HC Deb 18 December 1956 vol 562 cc1087-9
31. Mr. Fernyhough

asked the Chancellor of the Exchequer if he is aware that the Bonn Government announced on 12th December that no funds would be available for the payment in the coming financial year of support costs for the North Atlantic Treaty Organisation forces stationed on German soil; and what steps he is taking to avoid, as a consequence of this decision, a substantial increase in the burden of defence expenditure being carried by the British people.

Mr. H. Macmillan

Following discussions with the German Government, negotiations on this subject are to begin in the near future.

Mr. Fernyhough

Can the right hon. Gentleman assure us that we shall come better out of these negotiations than we did out of the negotiations on this matter last year?
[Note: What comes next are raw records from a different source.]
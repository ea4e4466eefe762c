package manyskies.farm;

import java.util.ArrayDeque;
import java.util.ArrayList;
import java.util.List;
import java.util.Optional;
import java.util.Queue;
import java.util.concurrent.atomic.AtomicReference;
import manyskies.result.BlockId;

/**
 * Computes blocks with Spark, a task per block, and commits them with one thread.
 *
 * <p>Blocks go out in small jobs of one block per core, two jobs at a time: the second fills the
 * cores while the first drains, and what is computed but not yet committed stays bounded. Results
 * come back to this JVM, so that no shared disk is needed. The order in which blocks finish is
 * nobody's business: a block's bytes depend on its id alone.
 *
 * <p>Not reusable: one farm, one run.
 */
public final class Farm {
    private static final int JOBS_AT_A_TIME = 2;

    private final FarmSettings settings;
    private final BlockTask task;
    private final StopSwitch stop;
    private final Queue<BlockId> waiting;
    private final AtomicReference<Throwable> sparkFailure = new AtomicReference<>();
    private volatile boolean giveUp;

    private Farm(FarmSettings settings, List<BlockId> blocks, BlockWork work, StopSwitch stop) {
        this.settings = settings;
        this.task = new BlockTask(work);
        this.stop = stop;
        this.waiting = new ArrayDeque<>(blocks);
    }

    /**
     * Computes and commits the blocks; returns when all are done or the switch is thrown.
     *
     * <p>A block whose work throws is reported and the others go on. With nothing to do Spark is not
     * started.
     *
     * @throws FarmException if Spark does not start, loses its hosts or gives a task up
     * @throws RuntimeException whatever the sink throws; blocks committed before it stand
     */
    public static FarmResult run(
            FarmSettings settings,
            List<BlockId> blocks,
            BlockWork work,
            BlockSink sink,
            Progress progress,
            StopSwitch stop) {
        if (blocks.isEmpty()) {
            return FarmResult.NOTHING_TO_DO;
        }
        return new Farm(settings, blocks, work, stop).run(blocks.size(), sink, progress);
    }

    private FarmResult run(int total, BlockSink sink, Progress progress) {
        try (Cluster cluster = Cluster.start(settings)) {
            Committer committer =
                    Committer.start(sink, progress, () -> abandon(cluster)); // closed below
            stop.onStop(() -> abandon(cluster));
            Watchdog watchdog = Watchdog.start(cluster, settings, this::lost);
            try {
                submitAll(cluster, committer);
            } finally {
                watchdog.close();
                committer.close();
            }
            return result(total, committer);
        }
    }

    private FarmResult result(int total, Committer committer) {
        Optional<RuntimeException> commitFailure = committer.commitFailure();
        if (commitFailure.isPresent()) {
            throw commitFailure.get();
        }
        int settled = committer.committed() + committer.failures().size();
        boolean stopped = stop.stopped() && settled < total;
        if (sparkFailure.get() != null && !stopped) {
            throw lostWork(committer.committed(), total, sparkFailure.get());
        }
        return new FarmResult(committer.committed(), committer.failures(), stopped);
    }

    private static FarmException lostWork(int committed, int total, Throwable cause) {
        if (cause instanceof FarmException lost) {
            return lost;
        }
        String first = String.valueOf(cause.getMessage()).lines().findFirst().orElse("");
        return new FarmException(
                "Spark gave up: "
                        + first
                        + "; "
                        + committed
                        + " of "
                        + total
                        + " blocks were committed and stay, the same command resumes",
                cause);
    }

    private void submitAll(Cluster cluster, Committer committer) {
        List<Thread> submitters = new ArrayList<>();
        for (int i = 0; i < JOBS_AT_A_TIME; i++) {
            Thread thread = new Thread(() -> submit(cluster, committer), "job-submitter-" + i);
            thread.setDaemon(true);
            thread.start();
            submitters.add(thread);
        }
        for (Thread thread : submitters) {
            join(thread, cluster);
        }
    }

    /** A host that is lost can leave a job waiting for ever: then its thread is left behind. */
    private void join(Thread thread, Cluster cluster) {
        try {
            while (thread.isAlive() && !(giveUp && !isEnding(thread))) {
                thread.join(100);
            }
        } catch (InterruptedException e) {
            stop.stop();
            abandon(cluster);
            Thread.currentThread().interrupt();
        }
    }

    private static boolean isEnding(Thread thread) throws InterruptedException {
        thread.join(2000);
        return !thread.isAlive();
    }

    private void submit(Cluster cluster, Committer committer) {
        try {
            for (List<BlockId> job = nextJob(); !job.isEmpty(); job = nextJob()) {
                cluster.run(job, task, committer::accept);
                committer.awaitRoom(settings.cores());
            }
        } catch (Exception e) { // Spark's are checked in fact though not in signature
            if (!giveUp) {
                sparkFailure.compareAndSet(null, e);
                abandon(cluster);
            }
        }
    }

    private List<BlockId> nextJob() {
        List<BlockId> job = new ArrayList<>();
        synchronized (waiting) {
            while (!giveUp && job.size() < settings.cores() && !waiting.isEmpty()) {
                job.add(waiting.remove());
            }
        }
        return job;
    }

    private void lost(FarmException why) {
        sparkFailure.compareAndSet(null, why);
        giveUp = true;
    }

    private void abandon(Cluster cluster) {
        giveUp = true;
        cluster.cancel();
    }
}
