/**
 * The farm: blocks to Spark tasks, results to one committer.
 *
 * <p><b>In</b>: ids of the blocks that are missing, {@link manyskies.farm.BlockWork} that computes
 * one, {@link manyskies.farm.BlockSink} that keeps it. <b>Out</b>: committed blocks and a
 * {@link manyskies.farm.FarmResult}.
 *
 * <p><b>Flow</b>: {@link manyskies.farm.Farm} sends small jobs to Spark; a task returns its encoded
 * block or its failure as a value; Spark's scheduler thread enqueues it and a single thread commits.
 *
 * <p><b>Uses</b> result. Alone imports Spark; nothing else starts it.
 */
package manyskies.farm;
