package manyskies.instrument;

import manyskies.flat.FlatGrid;
import manyskies.flat.StokesMaps;

/**
 * The window W(x, y) = w(x) w(y) that takes a patch smoothly to zero at its edges.
 *
 * <p>w(x) = 10 s^3 - 15 s^4 + 6 s^5, s = min(1, distance to the nearer edge / width): twice
 * continuously differentiable everywhere (common practice, no source). Distances are those of pixel
 * centres, which lie half a pixel inside the edge and further.
 */
public final class EdgeTaper {
    private final FlatGrid grid;
    private final double[] alongX;
    private final double[] alongY;

    private EdgeTaper(FlatGrid grid, double[] alongX, double[] alongY) {
        this.grid = grid;
        this.alongX = alongX;
        this.alongY = alongY;
    }

    /**
     * The taper of a width in radian.
     *
     * @throws IllegalArgumentException if the width is not positive, or above half a side
     */
    public static EdgeTaper of(FlatGrid grid, double width) {
        double half = Math.min(grid.nx(), grid.ny()) * grid.pixel() / 2;
        if (!(width > 0) || width > half) {
            throw new IllegalArgumentException(
                    "an edge taper is wider than 0 and at most half a side, "
                            + half
                            + " radian here; found "
                            + width);
        }
        return new EdgeTaper(
                grid,
                profile(grid.nx(), width / grid.pixel()),
                profile(grid.ny(), width / grid.pixel()));
    }

    private static double[] profile(int n, double width) {
        double[] w = new double[n];
        for (int i = 0; i < n; i++) {
            double s = Math.min(1, (Math.min(i, n - 1 - i) + 0.5) / width);
            w[i] = s * s * s * (10 + s * (6 * s - 15));
        }
        return w;
    }

    /** W at a pixel. */
    public double at(int x, int y) {
        return alongX[x] * alongY[y];
    }

    /** The mean of W^power over the patch, by which spectra of tapered maps are divided. */
    public double meanPower(int power) {
        return mean(alongX, power) * mean(alongY, power);
    }

    private static double mean(double[] profile, int power) {
        double sum = 0;
        for (double w : profile) {
            sum += StrictMath.pow(w, power);
        }
        return sum / profile.length;
    }

    /** Multiplies maps by W, in place. */
    void apply(StokesMaps maps) {
        for (int y = 0, pixel = 0; y < grid.ny(); y++) {
            for (int x = 0; x < grid.nx(); x++, pixel++) {
                double w = at(x, y);
                maps.t()[pixel] *= w;
                maps.q()[pixel] *= w;
                maps.u()[pixel] *= w;
            }
        }
    }
}
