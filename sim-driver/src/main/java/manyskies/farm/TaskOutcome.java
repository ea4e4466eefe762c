package manyskies.farm;

import java.io.Serializable;
import manyskies.result.EncodedBlock;

/** What comes back from a task. */
sealed interface TaskOutcome extends Serializable {

    /** The block, encoded. */
    record Finished(EncodedBlock block) implements TaskOutcome {}

    /** Why there is none. */
    record Failed(BlockFailure failure) implements TaskOutcome {}
}
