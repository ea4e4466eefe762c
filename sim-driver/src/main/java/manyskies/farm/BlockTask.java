package manyskies.farm;

import java.io.Serializable;
import java.io.UncheckedIOException;
import manyskies.result.BlockId;
import org.apache.spark.TaskContext;
import scala.collection.Iterator;
import scala.runtime.AbstractFunction2;

/** The function Spark runs: one partition, one block. */
final class BlockTask extends AbstractFunction2<TaskContext, Iterator<BlockId>, TaskOutcome>
        implements Serializable {
    private static final long serialVersionUID = 1L;

    private final BlockWork work;

    BlockTask(BlockWork work) {
        this.work = work;
    }

    /** The block's outcome. Only a failing host (I/O) leaves by exception: Spark tries again. */
    @Override
    public TaskOutcome apply(TaskContext context, Iterator<BlockId> partition) {
        return outcome(work, partition.next());
    }

    static TaskOutcome outcome(BlockWork work, BlockId id) {
        try {
            return new TaskOutcome.Finished(work.run(id));
        } catch (UncheckedIOException e) {
            throw e;
        } catch (RuntimeException | OutOfMemoryError | StackOverflowError | LinkageError e) {
            return new TaskOutcome.Failed(BlockFailure.of(id, e));
        }
    }
}
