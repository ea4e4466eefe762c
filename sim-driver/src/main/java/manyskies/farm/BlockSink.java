package manyskies.farm;

import manyskies.result.EncodedBlock;

/** Where finished blocks go, called by one thread only. */
@FunctionalInterface
public interface BlockSink {

    /** Makes the block permanent; an exception ends the run, and what was committed before stands. */
    void commit(EncodedBlock block);
}
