def against_the_way(module: Module) -> Iterator[str]:
    """Engine modules import earlier stages of the way and their own, and every stage stands on the way."""
    if module.name == "engine":  # gathers the public names of all stages
        return
    if module.stage not in WAY:
        yield f"{module.name} is no stage of the way"
        return
    for name in imports_of(module):
        root, _, rest = name.partition(".")
        stage = rest.partition(".")[0]
        if name == "engine.__version__":  # a word, no stage; engine/__init__.py gives it before all else
            continue
        if root == "engine" and (stage not in WAY or WAY.index(stage) > WAY.index(module.stage)):
            yield f"{module.name} imports {name}"


def beyond_numbers(module: Module) -> Iterator[str]:
    """Physics imports numpy, scipy, itself, and plain Python without files, clocks or chance."""
    for name in imports_of(module):
        allowed = (*PHYSICS_MAY_IMPORT, *PLAIN_PYTHON)
        if name.partition(".")[0] not in allowed and not name.startswith("engine.physics."):
            yield f"{module.name} imports {name}"


def towards_the_screen(module: Module) -> Iterator[str]:
    """Engine knows no screen and no store; pandas only at its file borders."""
    banned = SCREEN_AND_STORE if module.stage in FILE_BORDERS else (*SCREEN_AND_STORE, "pandas")
    for name in imports_of(module):
        if name.partition(".")[0] in banned:
            yield f"{module.name} imports {name}"


def reads_files(module: Module) -> Iterator[str]:
    """Only reading opens files to read; only look-back and the terminal write any."""
    if module.stage == "reading":
        return
    readers = _words("open read_text read_bytes load loadtxt genfromtxt fromfile read_csv read_json")
    writers = _words("write_text write_bytes to_csv to_json savetxt save dump")
    for call in _calls(module):
        name = _called(call)
        writes = name in writers or (name == "open" and _opens_to_write(call))
        if (writes and module.stage not in MAY_WRITE) or (name in readers and not writes):
            yield f"{module.name}:{call.lineno} calls {name}"


def _opens_to_write(call: ast.Call) -> bool:
    values = [*call.args, *(k.value for k in call.keywords if k.arg == "mode")]
    return any(isinstance(v, ast.Constant) and v.value in ("w", "x", "a", "wb", "xb", "ab") for v in values)


def reads_the_clock(module: Module) -> Iterator[str]:
    """Only the terminal reads the clock: no time module elsewhere, nothing called now or today."""
    if module.stage == "__main__":
        return
    for name in imports_of(module):
        if name.partition(".")[0] == "time":
            yield f"{module.name} imports {name}"
    for call in _calls(module):
        words = [a.value for a in call.args if isinstance(a, ast.Constant)]
        asks = _called(call) in ("datetime64", "Timestamp") and ("now" in words or "today" in words)
        if _called(call) in ("now", "utcnow", "today") or asks:
            yield f"{module.name}:{call.lineno} reads the clock"
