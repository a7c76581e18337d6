/* The judge, judged: the same barcodes by another way, from complexes built by other code, with M4RI's
 * algebra.
 *
 * How many intervals hold all of [i, j] is the rank of the map from the limit to the colimit of the spaces
 * from i to j (Kim and Mémoli, "Generalized persistence diagrams for persistence modules over posets", J.
 * Appl. Comput. Topol. 5, 2021). Here both are written on chains, without a basis of homology anywhere: an
 * element of the limit is a cycle at each position such that neighbours differ by a boundary in the larger
 * complex; the colimit is all tuples of cycles, up to boundaries and up to moving a cycle along an arrow. */
#include <setjmp.h>
#include <stdarg.h>
#include <stddef.h>
#include <stdint.h>
#include <stdio.h>
#include <stdlib.h>
#include <string.h>

#include <cmocka.h>
#include <m4ri/m4ri.h>

#include "support/random_case.h"
#include "support/run_case.h"

enum { NETWORKS = 500, MOST_CELLS = 130, MOST_WINDOWS = 5 };

/* ---- complexes ---------------------------------------------------------------------------- */

/* The simplices of one dimension as sets of nodes. */
typedef struct layer {
    unsigned cell[MOST_CELLS];
    int n;
} layer;

/* A window has a link when some whole instant of it lies in an event: times are whole numbers here, so that
 * every stretch of time that two half-open intervals share has one. */
static bool has_link(const judge_case *c, int window, int u, int v) {
    for (int k = 0; k < c->events; k++) {
        const judge_event *e = &c->event[k];
        if (!((e->u == u && e->v == v) || (e->u == v && e->v == u)))
            continue;
        for (long t = c->from[window]; t < c->to[window]; t++)
            if (t == e->start || (e->start < t && t < e->finish))
                return true;
    }
    return false;
}

/* near[u]: the nodes within the radius of u at a position, u left out; *nodes: those that are there. */
static void neighbours(const judge_case *c, int position, unsigned near[JUDGE_NODES], unsigned *nodes) {
    int left = position / 2, right = position - left;
    unsigned link[JUDGE_NODES] = {0};
    *nodes = 0;
    for (int u = 0; u < c->nodes; u++)
        for (int v = 0; v < c->nodes; v++) {
            bool a = u != v && has_link(c, left, u, v), b = u != v && has_link(c, right, u, v);
            if (c->intersection ? a && b : a || b)
                link[u] |= 1u << v;
        }
    for (int u = 0; u < c->nodes; u++)
        *nodes |= link[u];
    for (int k = 0; c->all_nodes && k < c->events; k++)
        if (c->event[k].u != c->event[k].v)
            *nodes |= 1u << c->event[k].u | 1u << c->event[k].v;
    int hops = c->radius < 0 ? 1 : c->radius;
    for (int u = 0; u < c->nodes; u++) {
        unsigned ball = 1u << u;
        for (int hop = 0; hop < hops; hop++) {
            unsigned wider = ball;
            for (int v = 0; v < c->nodes; v++)
                wider |= ball >> v & 1 ? link[v] : 0;
            ball = wider;
        }
        near[u] = ball & ~(1u << u);
    }
}

/* Add `more` nodes, each above `last` and out of `common`, to the simplex. */
static void grow(const unsigned near[JUDGE_NODES], unsigned simplex, unsigned common, int last, int more,
                 layer *out) {
    if (more == 0) {
        assert_true(out->n < MOST_CELLS);
        out->cell[out->n++] = simplex;
        return;
    }
    for (int v = last + 1; v < JUDGE_NODES; v++)
        if (common >> v & 1)
            grow(near, simplex | 1u << v, common & near[v], v, more - 1, out);
}

static layer layer_at(const judge_case *c, int position, int d) {
    unsigned near[JUDGE_NODES] = {0}, nodes;
    layer out = {.n = 0};
    neighbours(c, position, near, &nodes);
    if (d >= 0 && d <= (c->radius < 0 ? 1 : JUDGE_NODES))
        grow(near, 0, nodes, -1, d + 1, &out);
    return out;
}

static int number_of(const layer *cells, unsigned simplex) {
    for (int i = 0; i < cells->n; i++)
        if (cells->cell[i] == simplex)
            return i;
    fail_msg("a face is missing");
    return -1;
}

/* ---- chains ----------------------------------------------------------------------------------- */

/* One position. The columns of `cycles` are a basis of the cycles, those of `bounds` the boundaries of the
 * cells one dimension up; NULL where there are none. Rows are cells. */
typedef struct spot {
    layer cells;
    mzd_t *cycles, *bounds;
} spot;

static int columns(const mzd_t *m) { return m == NULL ? 0 : m->ncols; }

static mzd_t *boundary(const layer *low, const layer *high) {
    if (low->n == 0 || high->n == 0)
        return NULL;
    mzd_t *m = mzd_init(low->n, high->n);
    for (int i = 0; i < high->n; i++)
        for (int v = 0; v < JUDGE_NODES; v++)
            if (high->cell[i] >> v & 1)
                mzd_write_bit(m, number_of(low, high->cell[i] & ~(1u << v)), i, 1);
    return m;
}

static spot spot_at(const judge_case *c, int position, int p) {
    spot s = {.cells = layer_at(c, position, p)};
    layer low = layer_at(c, position, p - 1), high = layer_at(c, position, p + 1);
    s.bounds = boundary(&s.cells, &high);
    mzd_t *down = boundary(&low, &s.cells);
    if (down != NULL) {
        s.cycles = mzd_kernel_left_pluq(down, 0);
        mzd_free(down);
    } else if (s.cells.n > 0) { /* every chain of nodes is a cycle */
        s.cycles = mzd_init(s.cells.n, s.cells.n);
        mzd_set_ui(s.cycles, 1);
    }
    return s;
}

static void spot_free(spot *s) {
    if (s->cycles != NULL)
        mzd_free(s->cycles);
    if (s->bounds != NULL)
        mzd_free(s->bounds);
}

/* Write columns of `m`, chains on `from`, into `out` at (row, column), as chains on `to`. */
static void place(mzd_t *out, int row, int column, const mzd_t *m, const layer *from, const layer *to) {
    for (int k = 0; k < columns(m); k++)
        for (int i = 0; i < from->n; i++)
            if (mzd_read_bit(m, i, k))
                mzd_write_bit(out, row + number_of(to, from->cell[i]), column + k, 1);
}

static bool goes_up(const judge_case *c, int t) { return (t % 2 == 0) != c->intersection; }

/* Cycles at i, one a column, that belong to an element of the limit over i .. j. */
static mzd_t *limit_at_first(const judge_case *c, spot *s, int i, int j) {
    int rows = 0, all = 0, at = 0, column[JUDGE_POSITIONS];
    for (int t = i; t <= j; t++) {
        column[t] = all;
        all += columns(s[t].cycles);
    }
    int extra = all;
    for (int t = i; t < j; t++) {
        const spot *big = goes_up(c, t) ? &s[t + 1] : &s[t];
        rows += big->cells.n;
        all += columns(big->bounds);
    }
    if (columns(s[i].cycles) == 0)
        return NULL;
    if (rows == 0)
        return i == j ? mzd_copy(NULL, s[i].cycles)
                      : NULL; /* unequal ends: nothing larger is there, so no cycles */
    mzd_t *equations = mzd_init(rows, all);
    for (int t = i; t < j; t++) {
        const spot *big = goes_up(c, t) ? &s[t + 1] : &s[t];
        place(equations, at, column[t], s[t].cycles, &s[t].cells, &big->cells);
        place(equations, at, column[t + 1], s[t + 1].cycles, &s[t + 1].cells, &big->cells);
        place(equations, at, extra, big->bounds, &big->cells, &big->cells);
        extra += columns(big->bounds);
        at += big->cells.n;
    }
    mzd_t *kernel = mzd_kernel_left_pluq(equations, 0), *out = NULL;
    mzd_free(equations);
    if (kernel != NULL) {
        mzd_t *part =
            mzd_submatrix(NULL, kernel, column[i], 0, column[i] + columns(s[i].cycles), kernel->ncols);
        out = mzd_mul(NULL, s[i].cycles, part, 0);
        mzd_free(part);
        mzd_free(kernel);
    }
    return out;
}

/* The rank, modulo what the colimit over i .. j identifies, of the columns of `chains` (at i; may be NULL).
 */
static int rank_in_colimit(const judge_case *c, const spot *s, int i, int j, const mzd_t *chains) {
    int rows = 0, all = columns(chains), row[JUDGE_POSITIONS];
    for (int t = i; t <= j; t++) {
        row[t] = rows;
        rows += s[t].cells.n;
        all += columns(s[t].bounds);
        if (t < j)
            all += columns(goes_up(c, t) ? s[t].cycles : s[t + 1].cycles);
    }
    if (rows == 0 || all == 0)
        return 0;
    mzd_t *m = mzd_init(rows, all);
    int at = 0;
    for (int t = i; t <= j; t++) {
        place(m, row[t], at, s[t].bounds, &s[t].cells, &s[t].cells);
        at += columns(s[t].bounds);
        if (t == j)
            continue;
        int small = goes_up(c, t) ? t : t + 1, big = goes_up(c, t) ? t + 1 : t;
        place(m, row[small], at, s[small].cycles, &s[small].cells, &s[small].cells);
        place(m, row[big], at, s[small].cycles, &s[small].cells, &s[big].cells);
        at += columns(s[small].cycles);
    }
    place(m, row[i], at, chains, &s[i].cells, &s[i].cells);
    int rank = mzd_echelonize(m, 0);
    mzd_free(m);
    return rank;
}

static int intervals_holding(const judge_case *c, spot *s, int i, int j) {
    mzd_t *limit = limit_at_first(c, s, i, j);
    if (limit == NULL)
        return 0;
    int with = rank_in_colimit(c, s, i, j, limit), without = rank_in_colimit(c, s, i, j, NULL);
    mzd_free(limit);
    return with - without;
}

static size_t second_barcode(const judge_case *c, judge_bar *out) {
    int positions = 2 * c->windows - 1;
    size_t n = 0;
    for (int p = 0; p < 4; p++) {
        spot s[JUDGE_POSITIONS];
        int r[JUDGE_POSITIONS + 2][JUDGE_POSITIONS + 2] = {{0}}; /* r[i + 1][j + 1], with a margin */
        if ((c->dims >> p & 1) == 0)
            continue;
        for (int t = 0; t < positions; t++)
            s[t] = spot_at(c, t, p);
        for (int i = 0; i < positions; i++)
            for (int j = i; j < positions; j++)
                r[i + 1][j + 1] = intervals_holding(c, s, i, j);
        for (int i = 0; i < positions; i++)
            for (int j = i; j < positions; j++) {
                int many = r[i + 1][j + 1] - r[i][j + 1] - r[i + 1][j + 2] + r[i][j + 2];
                assert_true(many >= 0);
                for (int k = 0; k < many;
                     k++) /* open: the arrow at that end leads to something larger outside */
                    out[n++] =
                        (judge_bar){p, i, j, i > 0 && !goes_up(c, i - 1), j + 1 < positions && goes_up(c, j)};
            }
        for (int t = 0; t < positions; t++)
            spot_free(&s[t]);
    }
    return n;
}

static bool judge_differs(const judge_case *c, void *user) {
    static judge_bar a[JUDGE_BARS], b[JUDGE_BARS];
    size_t n = judge_barcode(c, a), m = second_barcode(c, b);
    if (user != NULL)
        *(uint64_t *)user += n;
    return !run_case_same(a, n, b, m);
}

static void the_judge_agrees_with_another_way(void **state) {
    (void)state;
    uint64_t seed = dice_setting("SEED", 1867), cases = dice_cases(NETWORKS), bars = 0;
    static judge_bar a[JUDGE_BARS], b[JUDGE_BARS];
    printf("seed %llu, %llu networks\n", (unsigned long long)seed, (unsigned long long)cases);
    for (uint64_t i = 0; i < cases; i++) {
        dice d = {seed + i * UINT64_C(1000003)};
        judge_case c;
        random_case(&d, &c);
        c.windows = c.windows < MOST_WINDOWS ? c.windows : MOST_WINDOWS;
        if (judge_differs(&c, &bars)) {
            random_case_shrink(&c, judge_differs, NULL);
            judge_print(&c);
            run_case_print_bars("the judge  ", a, judge_barcode(&c, a));
            run_case_print_bars("another way", b, second_barcode(&c, b));
            fail_msg("case %llu of seed %llu", (unsigned long long)i, (unsigned long long)seed);
        }
    }
    printf("%llu bars\n", (unsigned long long)bars);
    assert_true(bars > cases);
}

int main(void) {
    const struct CMUnitTest tests[] = {cmocka_unit_test(the_judge_agrees_with_another_way)};
    return cmocka_run_group_tests(tests, NULL, NULL);
}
Can he make it clear to the Germans that, unless they are prepared to make a substantial contribution to the cost of keeping these four divisions in Germany, Her Majesty's Government will take steps to withdraw them, and thus ease our economic position?

Mr. Macmillan

All these questions were made as clear as I was able to make them, both at the meetings of N.A.T.O. and in the discussions with the German Government. I think that they have been broadly accepted as equitable and reasonable.

Lieut.-Colonel Lipton

But we still pay.

Mr. H. Wilson

Since we have warned the Government for some years about the strain on our economic system of this excessive defence expenditure, and since we warned the right hon. Gentleman last April of the ruinous nature of the agreement he made with the Germans on this matter, is he now telling us that it was not until he saw the economic effects of Suez that he realised how improvident the Government have been in this expenditure?

Mr. Macmillan

No, Sir. The right hon. Gentleman had better await the result of the year's outcome before he discusses the effects—ruinous or otherwise —of last year's agreement with Germany.

Mr. Bevan

In view of the very unsatisfactory character of our foreign balance situation, is it not an extraordinary thing that the Prime Minister should ever have made this agreement without considering the financial consequences?

Mr. Macmillan

There are two quite separate problems. There is the question of our contribution to N.A.T.O., in which I hope we shall continue to play a part. There is the other quite separate question, which takes two forms: the short-term problem of local costs across the barrier of the exchanges while the German armies have not really been built up, and the problem—which we also discussed with N.A.T.O.—of the long-term problem which must result if the alliance is maintained—as I hope it may be—where troops of one country are at the demand of the commander-in-chief stationed in the country of another.

Mr. H. Wilson

Further to the point made by my right hon. Friend, may I ask whether the right hon. Gentleman recalls that, when we debated this matter on 18th November, 1954, my right hon. Friend the present Leader of the Opposition took the Government to task for not clarifying the financial position of support costs beyond the financial year then in question, and that on that occasion the Government gave no idea that we should be faced with such heavy costs as we are bearing this year?

Mr. Macmillan

No, Sir, I do not think this arises until next year.